→ **Your task**: The answer must be a single number: how many lines of the records below hold the word "MaxLRE".
■ ■ ■ ■
package units

import (
	"math"
	"testing"
)

// FuzzConvert: any two headings parse without panicking, and a
// conversion between known units and back returns the value (to
// rounding), the power of ten staying within float64's exact range.
func FuzzConvert(f *testing.F) {
	f.Add("mg/L", "µg/mL", 2.5, 0.0)
	f.Add("µmol/L; M=534.4 g/mol", "mg/L", 10.0, 0.0)
	f.Add("pg/dL", "kg/µL", 3.0, 0.0)
	f.Add("ppm", "nM", 1.0, 120.0)
	f.Fuzz(func(t *testing.T, a, b string, v, m float64) {
		ha, errA := ParseHeader(a)
		hb, errB := ParseHeader(b)
		if errA != nil || errB != nil {
			return
		}
		if ha.MolarMass != 0 {
			m = ha.MolarMass
		}
		ua, ub := Parse(ha.Unit), Parse(hb.Unit)
		c, err := Convert(ua, ub, m)
		if err != nil {
			return
		}
		if c.Exp > 22 || c.Exp < -22 {
			t.Fatalf("%q to %q: power 10^%d is not exact in float64", a, b, c.Exp)
		}
		back, err := Convert(ub, ua, m)
		if err != nil {
			t.Fatalf("%q to %q converts but not back: %v", a, b, err)
		}
		if !(v > 1e-100 && v < 1e100) || (m != 0 && !(m > 1e-3 && m <= MaxMolarMass)) {
			return
		}
		if got := back.Apply(c.Apply(v)); math.Abs(got-v) > 1e-12*v {
			t.Fatalf("%g %q to %q and back: %g", v, a, b, got)
		}
	})
}
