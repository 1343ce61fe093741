package near

import (
	"fmt"
	"math"
	"strings"
	"testing"
)

// fakeTB records the failures a check reports instead of failing the test.
type fakeTB struct {
	testing.TB
	errs []string
}

func (f *fakeTB) Helper() {}

func (f *fakeTB) Errorf(format string, args ...any) {
	f.errs = append(f.errs, fmt.Sprintf(format, args...))
}

var (
	nan  = math.NaN()
	inf  = math.Inf(1)
	ninf = math.Inf(-1)
)

func TestScalarChecks(t *testing.T) {
	type check func(tb testing.TB, what string, got, want, tol float64) float64
	checks := map[string]check{"Rel": Rel, "Abs": Abs, "MinLRE": MinLRE}
	for _, c := range []struct {
		check     string
		got, want float64
		tol       float64
		fail      bool
	}{
		{"Rel", 1 + 1e-10, 1, 1e-9, false},
		{"Rel", 1 + 1e-8, 1, 1e-9, true},
		{"Rel", -2, -2, 0, false},
		{"Rel", 1e-300, 0, 1e-9, true}, // relative to zero: only zero agrees
		{"Rel", 0, 0, 0, false},
		{"Rel", nan, 1, 1e-9, true},
		{"Rel", nan, 1, inf, true}, // even with no tolerance at all
		{"Rel", inf, 1, 1e-9, true},
		{"Rel", ninf, 1, 1e-9, true},
		{"Rel", 1, nan, 1e-9, true}, // a NaN in the fixture is not a pass
		{"Rel", 1, inf, 1e-9, true},
		{"Rel", nan, nan, 0, false}, // want NaN explicitly, got NaN
		{"Rel", inf, inf, 0, false},
		{"Rel", ninf, inf, 1, true},
		{"Rel", nan, inf, 1, true},
		{"Abs", 1.5, 1, 0.5, false},
		{"Abs", 1.5 + 1e-9, 1, 0.5, true},
		{"Abs", nan, 0, 1e300, true},
		{"Abs", inf, 0, inf, true},
		{"Abs", 0, nan, 1, true},
		{"Abs", nan, nan, 0, false},
		{"Abs", ninf, ninf, 0, false},
		{"MinLRE", 1.0000001, 1, 6.9, false},
		{"MinLRE", 1.0000001, 1, 7.1, true},
		{"MinLRE", 3, 3, MaxLRE, false},
		{"MinLRE", nan, 3, 0.5, true},
		{"MinLRE", inf, 3, 0.5, true},
		{"MinLRE", 3, nan, 0.5, true},
		{"MinLRE", nan, nan, MaxLRE, false},
	} {
		tb := &fakeTB{}
		checks[c.check](tb, "the value", c.got, c.want, c.tol)
		if failed := len(tb.errs) > 0; failed != c.fail {
			t.Errorf("%s(got %g, want %g, %g): failed %v, want %v (%q)", c.check, c.got, c.want, c.tol, failed, c.fail, tb.errs)
		}
		for _, e := range tb.errs {
			if !strings.Contains(e, "the value") {
				t.Errorf("%s: failure %q does not name what was compared", c.check, e)
			}
		}
	}
}

func TestLRE(t *testing.T) {
	for _, c := range []struct{ got, want, lre float64 }{
		{1, 1, MaxLRE},
		{1.001, 1, 3},
		{-0.999, -1, 3},
		{1e-5, 0, 5}, // want zero: -log10|got|
		{2, 1, 0},
		{100, 1, 0}, // no negative digits
		{nan, 1, 0},
		{inf, 1, 0},
		{1, nan, 0},
		{nan, nan, MaxLRE},
		{1 + 1e-17, 1, MaxLRE},
	} {
		if got := LRE(c.got, c.want); math.Abs(got-c.lre) > 1e-9 || math.IsNaN(got) {
			t.Errorf("LRE(%g, %g) = %g, want %g", c.got, c.want, got, c.lre)
		}
	}
}

func TestRelSlice(t *testing.T) {
	for _, c := range []struct {
		name      string
		got, want []float64
		tol       float64
		fail      bool
		worst     float64
	}{
		{"exact", []float64{1, 0, -2}, []float64{1, 0, -2}, 0, false, 0},
		{"scaled by the largest", []float64{2, 1e-10}, []float64{2, 0}, 1e-10, false, 5e-11},
		{"out of tolerance", []float64{2, 1e-9}, []float64{2, 0}, 1e-10, true, 5e-10},
		{"NaN", []float64{1, nan}, []float64{1, 0}, 1, true, inf},
		{"Inf", []float64{inf, 1}, []float64{1, 1}, 1, true, inf},
		{"NaN wanted", []float64{nan, 1}, []float64{nan, 1}, 0, false, 0},
		{"NaN in want", []float64{1, 1}, []float64{nan, 1}, 1, true, inf},
		{"length", []float64{1}, []float64{1, 1}, 1, true, inf},
		{"all zero wanted", []float64{0, 1e-300}, []float64{0, 0}, 1, true, inf},
		{"empty", nil, nil, 0, false, 0},
	} {
		tb := &fakeTB{}
		w := RelSlice(tb, "the vector", c.got, c.want, c.tol)
		if failed := len(tb.errs) > 0; failed != c.fail {
			t.Errorf("%s: failed %v, want %v (%q)", c.name, failed, c.fail, tb.errs)
		}
		if math.Abs(w-c.worst) > 1e-12*math.Max(1, c.worst) && w != c.worst {
			t.Errorf("%s: worst %g, want %g", c.name, w, c.worst)
		}
		for _, e := range tb.errs {
			if !strings.Contains(e, "the vector") {
				t.Errorf("%s: failure %q does not name what was compared", c.name, e)
			}
		}
	}
}

func TestDiffs(t *testing.T) {
	for _, c := range []struct{ got, want, rel, abs float64 }{
		{3, 2, 0.5, 1},
		{nan, 2, inf, inf},
		{nan, nan, 0, 0},
		{1, 0, inf, 1},
	} {
		if r, a := RelDiff(c.got, c.want), AbsDiff(c.got, c.want); r != c.rel || a != c.abs {
			t.Errorf("RelDiff, AbsDiff(%g, %g) = %g, %g; want %g, %g", c.got, c.want, r, a, c.rel, c.abs)
		}
	}
}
■ ■ ■ ■
→ **Response area**: 5